Western Markets Regional Summary

Desert Southwest (DSW)

Spot cotton trading was inactive.  Supplies were moderate.  Demand was light. Producers offered equities.  Average local spot prices were lower. The COVID-19 Pandemic continued to put pressure on the cotton market and slowed the marketing chain for cotton.  No forward contracting or domestic mill activity was reported. Foreign mill inquiries were light.

Temperatures continued in the high 100s in western and central Arizona. Light showers moved through Arizona mid-week as monsoonal activity shifted to lower elevations. More rain is in the    near-term forecast.  The slight drop in temperatures as storms moved through helped keep heat stress at the Level 1 category. The Yuma crop approached cut-out stage. The crop made good progress in central Arizona. No significant insect pressures were reported.

Temperatures were in the high 90s to low 100s in New Mexico and El Paso, TX. Afternoon thunderstorms, some of which will have strong winds and heavy rainfall, were in the near-term forecast.  The crop made good progress.

San Joaquin Valley (SJV)

Spot cotton trading was inactive.  Supplies and demand were light. The COVID-19 Pandemic continued to impact the U.S. economy and cotton demand.  Average local spot prices were lower.  No forward contracting or domestic mill activity was reported.  Foreign mill inquiries were light.

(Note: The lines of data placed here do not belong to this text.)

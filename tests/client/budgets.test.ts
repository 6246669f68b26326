// @vitest-environment node
/**
 * How much JavaScript a page brings, gzip, counted in a real production build: what a browser fetches before it can show the page.
 * The bounds are the project's own; the public "good" limits of page speed leave room for twice as much.
 */
import { gzipSync } from 'node:zlib';
import { build } from 'vite';
import type { Rolldown } from 'vite';
import { beforeAll, describe, expect, it } from 'vitest';

const KIB = 1024;
const SIGN_IN_KIB = 110, FIRST_PAGE_KIB = 220, ROUTE_KIB = 80;
/** A bound is passed only by more than this share, so that a patch release of a package does not stop the work. */
const TOLERANCE = 1.05;

type Chunk = Rolldown.OutputChunk;
let chunks: Map<string, Chunk>;

beforeAll(async () => {
  // The packages' development halves would be counted otherwise.
  const before = process.env.NODE_ENV;
  process.env.NODE_ENV = 'production';
  try {
    const built = (await build({ mode: 'production', logLevel: 'error', build: { write: false } })) as Rolldown.RolldownOutput | Rolldown.RolldownOutput[];
    chunks = new Map([built].flat().flatMap(({ output }) => output).filter((part): part is Chunk => part.type === 'chunk').map((chunk) => [chunk.fileName, chunk]));
  } finally {
    process.env.NODE_ENV = before;
  }
}, 120_000);

/** A chunk with everything that it imports before it runs. */
function closure(fileName: string, into = new Set<string>()): Set<string> {
  if (into.has(fileName) || !chunks.has(fileName)) return into;
  into.add(fileName);
  chunks.get(fileName)!.imports.forEach((next) => closure(next, into));
  return into;
}
const kib = (fileNames: Iterable<string>) => [...fileNames].reduce((sum, name) => sum + gzipSync(chunks.get(name)!.code).length, 0) / KIB;
const of = (source: string) => {
  const chunk = [...chunks.values()].find((c) => c.facadeModuleId?.endsWith(source));
  if (!chunk) throw new Error(`The build has no chunk for ${source}.`);
  return chunk.fileName;
};
const page = (...sources: string[]) => {
  const needed = new Set<string>(closure([...chunks.values()].find((c) => c.isEntry)!.fileName));
  sources.forEach((source) => closure(of(source), needed));
  return needed;
};
const views = () => [...chunks.values()].flatMap((c) => /\/src(\/views\/\w+View\.vue)$/.exec(c.facadeModuleId ?? '')?.[1] ?? []);
const PLAIN = ['/views/SignInView.vue', '/views/RegisterView.vue', '/views/InvitationView.vue'];

describe('JavaScript of a page', () => {
  it.each(PLAIN)(`%s comes with at most ${SIGN_IN_KIB} KiB`, (view) => {
    expect(kib(page(view))).toBeLessThan(SIGN_IN_KIB * TOLERANCE);
  });

  it(`of the application comes with at most ${FIRST_PAGE_KIB} KiB, whichever page is opened first`, () => {
    const heavy = views().map((view) => [view, Math.round(kib(page('/frame/AppShell.vue', view)))] as const).filter(([, size]) => size > FIRST_PAGE_KIB * TOLERANCE);
    expect(heavy).toEqual([]);
  });

  it(`adds at most ${ROUTE_KIB} KiB to what frame and fields have brought for every page`, () => {
    const frame = page('/frame/AppShell.vue', '/views/SignInView.vue');
    const heavy = views().map((view) => [view, Math.round(kib([...page('/frame/AppShell.vue', view)].filter((name) => !frame.has(name))))] as const).filter(([, size]) => size > ROUTE_KIB * TOLERANCE);
    expect(views().length).toBeGreaterThan(5);
    expect(heavy).toEqual([]);
  });

  it('holds no schema of the contract: only its types reach the browser', () => {
    const modules = [...chunks.values()].flatMap((chunk) => Object.keys(chunk.modules));
    expect(modules.filter((id) => /\/server\/contract\/|\/node_modules\/zod\//.test(id))).toEqual([]);
  });
});
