import { describe, expect, it } from 'vitest';
import { contrastRatio } from '../../src/theme/contrast.ts';
import { dark, light, tokenStyles } from '../../src/theme/tokens.ts';
import type { Tokens } from '../../src/theme/tokens.ts';

/** WCAG 2.2, success criteria 1.4.3 (text) and 1.4.11 (parts of controls). */
const TEXT = 4.5, CONTROL = 3;
const grounds = ['paper', 'sheet', 'wash'] as const;

describe.each([['light', light], ['dark', dark]] as [string, Tokens][])('%s appearance', (_name, tokens) => {
  it.each(['ink', 'soft', 'madder', 'verdigris', 'ochre'] as const)('%s is readable as text on every ground', (colour) => {
    for (const ground of grounds) expect(contrastRatio(tokens[colour], tokens[ground]), `${colour} on ${ground}`).toBeGreaterThanOrEqual(TEXT);
  });

  it.each(['madder', 'verdigris', 'ochre'] as const)('%s and ink are readable on its own tint', (colour) => {
    for (const text of [tokens[colour], tokens.ink]) expect(contrastRatio(text, tokens[`${colour}Wash`])).toBeGreaterThanOrEqual(TEXT);
  });

  it('text on a primary button is readable in every state of the button', () => {
    for (const ground of [tokens.ink, tokens.inkHover, tokens.inkPressed]) expect(contrastRatio(tokens.onInk, ground)).toBeGreaterThanOrEqual(TEXT);
  });

  it('edges of fields stand out from every ground', () => {
    for (const ground of grounds) expect(contrastRatio(tokens.edge, tokens[ground]), ground).toBeGreaterThanOrEqual(CONTROL);
  });
});

describe('contrast', () => {
  it('is 21 for black on white, as WCAG says', () => expect(contrastRatio('#000000', '#FFFFFF')).toBeCloseTo(21, 5));
  it('is 4.54 for grey #767676 on white (WCAG technique G18: the lightest grey that passes)', () => expect(contrastRatio('#767676', '#FFFFFF')).toBeCloseTo(4.54, 2));
});

describe('styles of the page', () => {
  it('give every token of both appearances as a CSS variable', () => {
    const css = tokenStyles();
    for (const value of [...Object.values(light), ...Object.values(dark)]) expect(css).toContain(value);
    expect(css).toContain(`--madder-wash:${light.madderWash}`);
  });
});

Valley skies were hazy as smoky conditions from the Mineral Fire in western Fresno County, near Coalinga continued to burn. The rugged terrain makes it difficult for firefighters to get the fire under control. Air quality remains poor. Temperatures were in the low to mid-100s. The crop made excellent progress.   No insect pressures were reported.

American Pima (AP)

Spot cotton trading was inactive.  Supplies of 2019-crop cotton were moderate. Demand was light.  Average local spot prices were steady.  No forward contracting or domestic mill activity was reported.  The COVID-19 Pandemic continues to affect the livelihood of citizens across the nation and world, thus the demand for cotton. Foreign mill inquiries were light. Mills inquired for new-crop cotton.

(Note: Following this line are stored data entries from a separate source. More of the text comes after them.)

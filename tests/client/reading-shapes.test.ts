import { describe, expect, it } from 'vitest';
import { panned, pxPerScreen, resized, toPicture, wholePicture, zoomed } from '../../src/composables/picture-view.ts';
import { cutAcross, inLasso, outlinePath, rulerTicks, sentimentAt } from '../../src/composables/reading-shapes.ts';
import { createUndoHistory } from '../../src/stores/undo-history.ts';

const picture = { width: 2000, height: 1000 };
const pane = { width: 500, height: 500 };

describe('the view of a picture', () => {
  it('shows it whole, in the proportions of the pane', () => {
    const view = wholePicture(picture, pane);
    expect(view.w / view.h).toBeCloseTo(1, 9);
    expect(view.x).toBeLessThanOrEqual(0);
    expect(view.x + view.w).toBeGreaterThanOrEqual(2000);
    expect(view.y + view.h / 2).toBeCloseTo(500, 9);
  });
  it('keeps the place under the pointer when it is zoomed', () => {
    const view = wholePicture(picture, pane), screen = { x: 120, y: 260 };
    const before = toPicture(screen, view, pane);
    const after = toPicture(screen, zoomed(view, 3, before, picture, pane), pane);
    expect(after.x).toBeCloseTo(before.x, 6);
    expect(after.y).toBeCloseTo(before.y, 6);
  });
  it('cannot lose the picture, neither by panning nor by zooming', () => {
    const view = wholePicture(picture, pane);
    const gone = panned(view, 1e6, -1e6, picture);
    expect(gone.x).toBeLessThan(2000);
    expect(gone.y + gone.h).toBeGreaterThan(0);
    expect(pxPerScreen(zoomed(view, 1e9, { x: 5, y: 5 }, picture, pane), pane)).toBeCloseTo(1 / 24, 9);
  });
  it('keeps its middle and zoom when the pane changes', () => {
    const view = zoomed(wholePicture(picture, pane), 4, { x: 700, y: 300 }, picture, pane);
    const other = resized(view, pane, { width: 900, height: 300 });
    expect(pxPerScreen(other, { width: 900, height: 300 })).toBeCloseTo(pxPerScreen(view, pane), 9);
    expect(other.x + other.w / 2).toBeCloseTo(view.x + view.w / 2, 9);
  });
});

describe('picking in the picture', () => {
  const sentiments = [{ boxPx: { x: 0, y: 0, w: 100, h: 100 } }, { boxPx: { x: 40, y: 40, w: 10, h: 10 } }, { boxPx: { x: 200, y: 0, w: 50, h: 20 } }];
  it('takes the smallest box at a point, within reach', () => {
    expect(sentimentAt({ x: 45, y: 45 }, sentiments, 0)).toBe(1);
    expect(sentimentAt({ x: 5, y: 5 }, sentiments, 0)).toBe(0);
    expect(sentimentAt({ x: 195, y: 5 }, sentiments, 0)).toBeNull();
    expect(sentimentAt({ x: 195, y: 5 }, sentiments, 6)).toBe(2);
  });
  it('takes with a lasso what it goes round, not what it touches', () => {
    const lasso = [{ x: 35, y: 35 }, { x: 120, y: 35 }, { x: 120, y: 120 }, { x: 35, y: 120 }];
    expect(inLasso(lasso, sentiments)).toEqual([0, 1]);
    expect(inLasso(lasso.slice(0, 2), sentiments)).toEqual([]);
  });
  it('cuts right across a box', () => {
    expect(cutAcross({ x: 10, y: 20, w: 100, h: 50 }, 'upright', 0.25)).toEqual({ from: { x: 35, y: 16 }, to: { x: 35, y: 74 } });
    expect(cutAcross({ x: 10, y: 20, w: 100, h: 50 }, 'level', 0.5).from).toEqual({ x: 6, y: 45 });
  });
});

it('an outline becomes one closed path a ring', () => {
  expect(outlinePath({ rings: [[{ x: 0, y: 0 }, { x: 10.06, y: 0 }, { x: 0, y: 4 }], []] })).toBe('M0 0L10.1 0L0 4Z');
});

it('ruler ticks stand at whole units and are labelled where there is room', () => {
  const ticks = rulerTicks(0, 300, 10, 10, [1, 5, 10, 20, 50]);
  expect(ticks.filter((tick) => tick.label !== null).map((tick) => [tick.at, tick.label])).toEqual([[0, '0'], [50, '5'], [100, '10'], [150, '15'], [200, '20'], [250, '25'], [300, '30']]);
  expect(ticks).toHaveLength(31);
});

describe('undo', () => {
  it('goes back and forth step by step, and a new change ends what could be redone', () => {
    const history = createUndoHistory(0);
    history.change(1);
    history.change(2);
    expect([history.undo(), history.now.value, history.undo(), history.now.value, history.undo()]).toEqual([true, 1, true, 0, false]);
    history.redo();
    expect(history.now.value).toBe(1);
    history.change(7);
    expect(history.canRedo.value).toBe(false);
  });
  it('takes a gesture as one step', () => {
    const history = createUndoHistory(0);
    [1, 2, 3].forEach((value) => history.change(value, 'gap'));
    history.endGesture();
    history.change(4, 'gap');
    history.undo();
    expect(history.now.value).toBe(3);
    history.undo();
    expect(history.now.value).toBe(0);
  });
});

Shippers continued to offer 2019-crop cotton. According to the Foreign Agricultural Service Export report for week ending July 16, there were 11,600 bales of new sales with no cancellations.  Sales for marketing year 2020 were reported at 38,000 bales.

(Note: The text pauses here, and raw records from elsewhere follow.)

import { afterEach, describe, expect, it } from 'vitest';
import { defineComponent, h, nextTick, ref } from 'vue';
import LengthField from '../../src/components/fields/LengthField.vue';
import { useSession } from '../../src/stores/session.ts';
import { mountAt, type } from './mount.ts';
import type { Mounted } from './mount.ts';

let mounted: Mounted;
afterEach(() => mounted.unmount());

async function field(mm: number | null, unit: 'mm' | 'in', props: Record<string, unknown> = {}) {
  const model = ref(mm);
  mounted = await mountAt(defineComponent({
    setup() {
      useSession().person = { id: '', name: '', email: '', unit };
      return () => h(LengthField, { label: 'Width', ...props, modelValue: model.value, 'onUpdate:modelValue': (value: number | null) => { model.value = value; } });
    },
  }));
  const input = mounted.root.querySelector('input')!;
  const leave = async () => {
    input.dispatchEvent(new Event('blur'));
    await nextTick();
  };
  const write = async (text: string) => {
    type(input, text);
    await nextTick();
  };
  return { model, input, write, leave, words: () => mounted.root.querySelector('.error')?.textContent ?? null, hint: () => mounted.root.querySelector('.hint')?.textContent ?? null };
}

describe('a length field', () => {
  it.each([
    ['108', 'mm', 108], ['108 mm', 'in', 108], ['4.25 in', 'mm', 107.95], ['4 1/4', 'in', 107.95], ['4-1/4"', 'mm', 107.95], ['4,25"', 'mm', 107.95], ['10.8 cm', 'mm', 108],
  ] as const)('takes %s where lengths are in %s', async (text, unit, mm) => {
    const { model, write } = await field(null, unit);
    await write(text);
    expect(model.value).toBeCloseTo(mm, 9);
  });

  it('shows a length in the person\'s unit: inches as a fraction where it is one', async () => {
    expect((await field(107.95, 'in')).input.value).toBe('4 1/4 in');
    mounted.unmount();
    expect((await field(108, 'mm')).input.value).toBe('108 mm');
  });

  it('never changes a stored length by only showing it rounded', async () => {
    const { model, input, leave } = await field(3, 'in');
    expect(input.value).toBe('0.118 in');
    await leave();
    expect(model.value).toBe(3);
  });

  it('keeps what was typed and says what is wrong, after the field is left and not before', async () => {
    const { model, input, write, leave, words } = await field(50, 'mm');
    await write('fifty');
    expect([model.value, words()]).toEqual([null, null]);
    await leave();
    expect(input.value).toBe('fifty');
    expect(words()).toContain('“fifty” is not a length');
    await write('51');
    expect([model.value, words()]).toEqual([51, null]);
  });

  it('gives a bare number its unit when left, and leaves other words as they are, with the length beside them', async () => {
    const { input, write, leave, hint } = await field(null, 'mm');
    await write('108');
    await leave();
    expect(input.value).toBe('108 mm');
    await write('4 1/4 in');
    await leave();
    expect([input.value, hint()]).toEqual(['4 1/4 in', '= 107.95 mm']);
  });

  it('follows a value that comes from elsewhere, but never its own under the fingers', async () => {
    const { model, input, write } = await field(10, 'mm');
    await write('1.');
    expect(input.value).toBe('1.');
    model.value = 20;
    await nextTick();
    await nextTick();
    expect(input.value).toBe('20 mm');
  });

  it('holds to its bounds, and may be empty only where it says so', async () => {
    const { write, leave, words, model } = await field(5, 'mm', { minMm: 2, maxMm: 30 });
    await write('1');
    await leave();
    expect([model.value, words()]).toEqual([null, 'At least 2 mm.']);
    await write('31');
    expect([model.value, words()]).toEqual([null, 'At most 30 mm.']);
    await write('');
    expect(words()).toContain('A length is needed');
    mounted.unmount();
    const optional = await field(5, 'mm', { optional: true });
    await optional.write('');
    await optional.leave();
    expect([optional.model.value, optional.words()]).toEqual([null, null]);
  });
});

Hot, dry conditions were reported throughout the Far West.  Desert Southwest producers anticipated the first good monsoon rainfall.  Strong afternoon thunderstorms were in the near-term forecast.  Blooming and boll-setting advanced across the region. Insect pressures were easily managed and controlled.  Overall, the crop made excellent progress in the Far West.

Trading

Desert Southwest

  • No trading activity was reported.

San Joaquin Valley

  • No trading activity was reported.

American Pima

  • No trading activity was reported.